Friends, something has invaded my body if not my soul - something that makes me ache all over, but not so badly that I'm helplessly sick, just sort of sick. Interesting. Is it a reaction to Obama's performance in the debate? Surely not. Actually, that could have been worse, in the end - even the right-wing hyenas seemed to be marvelling at his bad night. He has two other nights. Let's see if his fire returns. And mine will do, though mine is not as important as his.
Though it is, of course, to me.
My dear friend Brucie and I are having adventures. On Thursday we went to see "The Clock" at the Power Plant; what an amazing, brilliant piece of art. It's a 24 hour film showing clips from countless movies and the occasional TV show in which timepieces of various kinds are shown, from Big Ben to miniature watches, at the exact time you are watching. Bruce and I entered the spacious room and settled on a comfortable white couch at 10.18 a.m. A watch indicating 10.18 was on the screen. And then the minutes went by, one by one. There is incredible tension - so many movies involve just making a train or plane or escaping at the last minute or bombs ticking down. But there's comedy too, John Cleese on the wrong train, and there's sweetness and pathos. It's especially exciting as you approach the big turning points - 11 a.m., 1 p.m. and most of all, noon. Lots of excitement at noon. I left at 1.18 and can't wait to go back, if I can, to see the afternoon. On the weekends, the film runs for 24 hours; you can stay all night. I will have, with some regret, to miss that.
On Friday night, Mr. K. and I went to the opera. He has never seen the new opera building and was suitably impressed. My student in the chorus periodically passes on an offer for $25 tickets in the orchestra, so we went to the opening of "Die Fledermaus" by Strauss. It's a wonderful confection, said Bruce.
Not this production. OMYGOD. The first act was all right, though a bit weird - people in strange bat costumes, a giant watch overhanging the stage and a huge crack that appears in the set for no appreciable reason, requiring the singers to step through and over it. But the singing and the music were sublime.
Then the second act - interminable, joyless, offensive. One poor lead singer spent the act suspended above the stage, hanging from the watch, wearing a bat costume. There was an intimation of Nazi guards in the prison scene. I hated it and would have left if I could, sensing the cold dead hand of a director who hates actors, singers and life. And sure enough, when I wrote to my student, she replied that everyone had had a terrible time in rehearsal as he screamed at them.

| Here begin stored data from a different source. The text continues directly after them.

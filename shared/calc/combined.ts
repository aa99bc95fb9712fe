import { CalcError } from './errors';
import { isLogModel, type Fit } from './fit-types';
import { assertFit, leverageAt, linearPredictor } from './predict';
import { tQuantile } from './t-dist';
import { requireLevel } from './validate';

/*
 * The combined interval of a field's biomass: the calibration's uncertainty at the mean length and
 * the sampling uncertainty of that mean, joined by the law of propagation of uncertainty (JCGM
 * 100:2008 "GUM" 5.1.2; H. H. Ku, J. Res. NBS 70C, 1966) on the scale where the model is linear
 * (ln biomass for the power and exponential models), with the curve's slope at the mean length as
 * the sensitivity coefficient. Degrees of freedom by Welch–Satterthwaite (GUM G.4.1). The choice of
 * the single-plot prediction variance for the calibration part is argued in shared/calc/README.md.
 */

/** The plants of one walk, reduced to what the interval needs. sdCm is null with one plant. */
export interface SampleStats {
  n: number;
  meanCm: number;
  sdCm: number | null;
}

export interface CombinedInterval {
  /** Two-sided coverage of `interval`, and one-sided coverage of `lowerBound`/`upperBound`. */
  level: number;
  /** 'log': the uncertainties below are on the ln(biomass) scale; 'linear': in kg/ha. */
  scale: 'linear' | 'log';
  /** False with one plant or when every length is the same: the spread is then unknown. */
  spreadKnown: boolean;
  /** Two-sided interval of the field's biomass, kg/ha (floored at 0); null when the spread is unknown. */
  interval: [number, number] | null;
  /** One-sided lower bound at `level`, kg/ha (floored at 0); null when the spread is unknown. */
  lowerBound: number | null;
  /** One-sided upper bound at `level`, kg/ha; null when the spread is unknown. */
  upperBound: number | null;
  /** The calibration part alone (as if infinitely many plants were measured): the narrowest the interval can get. */
  calibrationOnly: [number, number];
  /** Standard uncertainties on `scale`: calibration (single-plot prediction), sampling, combined. */
  uCalibration: number;
  uSampling: number | null;
  uCombined: number | null;
  /** d(model scale)/d(length) at the mean length, per cm. */
  slopePerCm: number;
  dfCalibration: number;
  dfSampling: number | null;
  /** Welch–Satterthwaite effective degrees of freedom of uCombined. */
  dfEffective: number | null;
}

/** Mean and sample standard deviation (n − 1) of positive finite lengths. */
export function sampleStats(lengthsCm: readonly number[]): SampleStats {
  if (!Array.isArray(lengthsCm) || lengthsCm.length === 0) {
    throw new CalcError('empty', 'Enter at least one main shoot length.', 'lengthsCm');
  }
  lengthsCm.forEach((v, i) => {
    if (typeof v !== 'number' || !Number.isFinite(v)) {
      throw new CalcError('not_finite', `Plant ${i + 1}: the length is not a number.`, 'lengthsCm');
    }
    if (v <= 0) throw new CalcError('non_positive', `Plant ${i + 1}: a length must be greater than zero.`, 'lengthsCm');
  });
  const n = lengthsCm.length;
  let sum = 0;
  for (const v of lengthsCm) sum += v;
  const mean = sum / n;
  if (n < 2) return { n, meanCm: mean, sdCm: null };
  // Equal lengths have no spread; summing them can leave rounding dust (ten × 81.28 gives 1.5e-14).
  if (lengthsCm.every((v) => v === lengthsCm[0])) return { n, meanCm: lengthsCm[0], sdCm: 0 };
  let ss = 0;
  for (const v of lengthsCm) ss += (v - mean) * (v - mean);
  return { n, meanCm: mean, sdCm: Math.sqrt(ss / (n - 1)) };
}

/** Slope of the model's linear scale (y, or ln y) against length, at x. */
export function modelSlopeAt(fit: Fit, x: number): number {
  const c = fit.coefficients;
  switch (fit.model) {
    case 'linear':
    case 'exponential':
      return c[1]!;
    case 'quadratic':
      return c[1]! + 2 * c[2]! * x;
    case 'power':
      return c[1]! / x;
  }
}

function checkSample(s: SampleStats): SampleStats {
  const ok =
    typeof s === 'object' && s !== null && Number.isInteger(s.n) && s.n >= 1 &&
    typeof s.meanCm === 'number' && Number.isFinite(s.meanCm) && s.meanCm > 0 &&
    (s.sdCm === null || (typeof s.sdCm === 'number' && Number.isFinite(s.sdCm) && s.sdCm >= 0));
  if (!ok) throw new CalcError('bad_option', 'The sample needs a whole number of plants, a positive mean length and a spread.', 'sample');
  return s;
}

/**
 * The combined interval at `level` (two-sided) and the one-sided bounds at the same level.
 *   u_cal² = s²·(1 + q(x̄))            single-plot prediction variance of the calibration at x̄
 *   u_smp² = (dη/dx at x̄)²·sd²/n       sampling variance of the mean length, carried through the curve
 *   u_c²   = u_cal² + u_smp²           GUM 5.1.2 (the two are independent)
 *   ν_eff  = u_c⁴ / (u_cal⁴/ν_cal + u_smp⁴/(n − 1))   Welch–Satterthwaite, GUM G.4.1
 *   η̂ ± t(ν_eff)·u_c, back-transformed by exp for the log models (no smearing: these are quantiles).
 */
export function combinedInterval(fit: Fit, sample: SampleStats, options: { level?: number } = {}): CombinedInterval {
  assertFit(fit);
  const s = checkSample(sample);
  const level = options.level ?? 0.9;
  requireLevel(level);
  const x = s.meanCm;
  const log = isLogModel(fit.model);
  const eta = linearPredictor(fit, x);
  const back = (v: number) => (log ? Math.exp(v) : Math.max(0, v));
  const q = Math.max(0, leverageAt(fit, x));
  const uCal = fit.residualStdError * Math.sqrt(1 + q);
  const slope = modelSlopeAt(fit, x);
  const kCal = tQuantile((1 + level) / 2, fit.df);
  const calibrationOnly: [number, number] = [back(eta - kCal * uCal), back(eta + kCal * uCal)];
  const base = {
    level,
    scale: log ? ('log' as const) : ('linear' as const),
    calibrationOnly,
    uCalibration: uCal,
    slopePerCm: slope,
    dfCalibration: fit.df,
  };
  if (s.n < 2 || s.sdCm === null || !(s.sdCm > 0)) {
    return {
      ...base, spreadKnown: false, interval: null, lowerBound: null, upperBound: null,
      uSampling: null, uCombined: null, dfSampling: s.n >= 2 ? s.n - 1 : null, dfEffective: null,
    };
  }
  const uSmp = (Math.abs(slope) * s.sdCm) / Math.sqrt(s.n);
  const dfSmp = s.n - 1;
  const u2 = uCal * uCal + uSmp * uSmp;
  const uc = Math.sqrt(u2);
  const denom = uCal ** 4 / fit.df + uSmp ** 4 / dfSmp;
  const nu = denom > 0 ? (u2 * u2) / denom : Infinity;
  const k2 = tQuantile((1 + level) / 2, nu);
  const k1 = tQuantile(level, nu);
  return {
    ...base,
    spreadKnown: true,
    interval: [back(eta - k2 * uc), back(eta + k2 * uc)],
    lowerBound: back(eta - k1 * uc),
    upperBound: back(eta + k1 * uc),
    uSampling: uSmp,
    uCombined: uc,
    dfSampling: dfSmp,
    dfEffective: nu,
  };
}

So - if you go, leave at the intermission. I wrote a letter to the opera, suggesting that they not hire this director again. And then Richard Ouzonian gave it a rave in the "Star." So there you go. Believe whom you will.
More excitingly, Bruce always helps with my technology - on previous visits he has rearranged my office, taken me to buy a scanner and various other necessary machines. This time I told him my phone is substandard, I need a new camera and have never had a little thingie for listening to music. The conclusion - of course, how logical - was that I should buy an iPhone 5, the new phone from Apple, much in demand. Bruce is an Apple freak, with an iPad, IPod Touch, a Mac Air etc. etc. But the iPhone 5 is his objet de désir at the moment.
After various calls to Mac stores and to Rogers, my service provider, we discovered that in all of Toronto, there were only a few iPhones left at the Apple store in the Eaton's Centre. So we rushed off - and the last one had just been sold, no idea when more would appear. My despair was great, because the whole point is that Bruce is here to show me how the @#$#@ thing works, something I'm incapable of figuring out on my own. Many tears, without Bruce.
Long story short, we found the very last one in existence at a Rogers store nearby, got an amazing deal, got set up, and walked out with this incredible piece of technology. It's mind-boggling, what it can do, including transcribing what I say, finding information that I ask for verbally, downloading books - Bruce downloaded "Pride and Prejudice" for me, in case I'm bored on the streetcar. I can barely comprehend this thing. Plus it does make phone calls and texts and the simple stuff which is probably almost all I'll use it for.
Thank you, my Bruce. He also went out today as I lay in bed aching, to buy a giant roast of beef, potatoes, veggies - because the gang are coming for our Thanksgiving dinner tonight. We're not cooking turkey because we're making one next weekend in Ottawa, for my mother. So beef and Yorkshire pudding tonight for my kids, Eli and his cousin Dakota, other daughter Holly, Bruce and the feeble one. I can smell it now.
I give thanks for health, for family, for friendship, and for the artists and inventors who keep our world interesting. And my love to you all, on this day of various kinds of feasts.